Yesterday, it was the second time at the range, with my SP-101. I took a box of .38spl target loads, and remembered the five .357 cartridges that my wife's aunt had me unload from the gun, when I'd gone to check it out. So, I put them in my back pocket jut before heading out to the range.

Now, before I go on, it must be understood that I'd never shot a .357 before, and had only heard stories of the 'mule kicking' recoil - especially from a snubbie. At the range, I decided on shooting off a fair number of .38's, before setting up for the .357's. I braced myself for the arm-raising experience, that I just knew was what was in store for me - and pulled the trigger. To my surprise, it was nowhere even near to being equated to the horror stories I'd heard. My SP-101 was shot with the stock grips (not the recoil dampening aftermarket rubber grips, that can be gotten), and I was left amazed at how it shot.

I also understand how the 'grain' load, of cartridges, factor in to its recoiling power, and I didn't think (beforehand) to check what that number might have been, on those five cartridges. All I DO know is that they were of .357 caliber.

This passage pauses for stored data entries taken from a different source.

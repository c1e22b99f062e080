/** A session that could not be stored because the disk is full. */
export interface HeldSession { personId: string, credentialEpoch: number, createdAt: number, seenAt: number, endsAt: number }

const most = 2000
const held = new Map<string, HeldSession>()

/**
 * Where the disk is full, people must still be able to sign in and read. Their session is then held in this process:
 * it ends with it, and like any other when it is signed out, lies idle, or the account closes.
 */
export const heldSessions = {
  hold(tokenSha256: Buffer, session: HeldSession): void {
    const [oldest] = held.keys()
    if (held.size >= most && oldest !== undefined) held.delete(oldest)
    held.set(tokenSha256.toString('hex'), session)
  },
  find: (tokenSha256: Buffer): HeldSession | undefined => held.get(tokenSha256.toString('hex')),
  seen(tokenSha256: Buffer, at: number): void {
    const session = held.get(tokenSha256.toString('hex'))
    if (session) session.seenAt = at
  },
  end: (tokenSha256: Buffer): boolean => held.delete(tokenSha256.toString('hex')),
  endAll(personId: string): void {
    for (const [key, session] of held) if (session.personId === personId) held.delete(key)
  },
}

I am not a wuss (did I spell that right ?), but am of the hopes that my carry ammo (.357's preferred) won't be punishing enough to keep me from spending as much time as I'd like to at the range, shooting them. But, whatever their powers are to be, I am sure that I'll adapt .


----------



## CW (Mar 20, 2015)

I wonder if there is a chart of barrel length VS recoil energy?

One might expect that as impressive as a snubbie may be, the energy leaves the barrel faster than say 2-3", thus reducing the actual "felt" kick over the flash-bang "perceived" kick.


----------



## Bisley (Aug 24, 2008)

Apparently, you are just a guy who likes to shoot, and doesn't concern himself too much with the by-products (noise and recoil) - a very good sign for someone who wants to improve his shooting skill. Recoil is more about perception than anything else, once you have developed good shooting mechanics. Good enough concentration on sight picture and follow-through during your trigger should make recoil seem negligible on all but the biggest magnums.


----------



## NLAlston (Nov 15, 2011)

Bisley said:


> Apparently, you are just a guy who likes to shoot, and doesn't concern himself too much with the by-products (noise and recoil) - a very good sign for someone who wants to improve his shooting skill. Recoil is more about perception than anything else, once you have developed good shooting mechanics. Good enough concentration on sight picture and follow-through during your trigger should make recoil seem negligible on all but the biggest magnums.


Yes indeed, my friend - I really DO like to shoot. That bug first bit me at a very young age, when I had been gifted with a Daisy, lever action BB gun (remember that rifle? ). Some years later, I bought myself a Crossman pump action pistol, and I was always in the basement, shooting holes in paper targets. Target practicing is such a pleasant, and fun filled past time, for me, and I only wish that I had land by which to (freely) shoot as often as I'd like to.

One day, maybe .


----------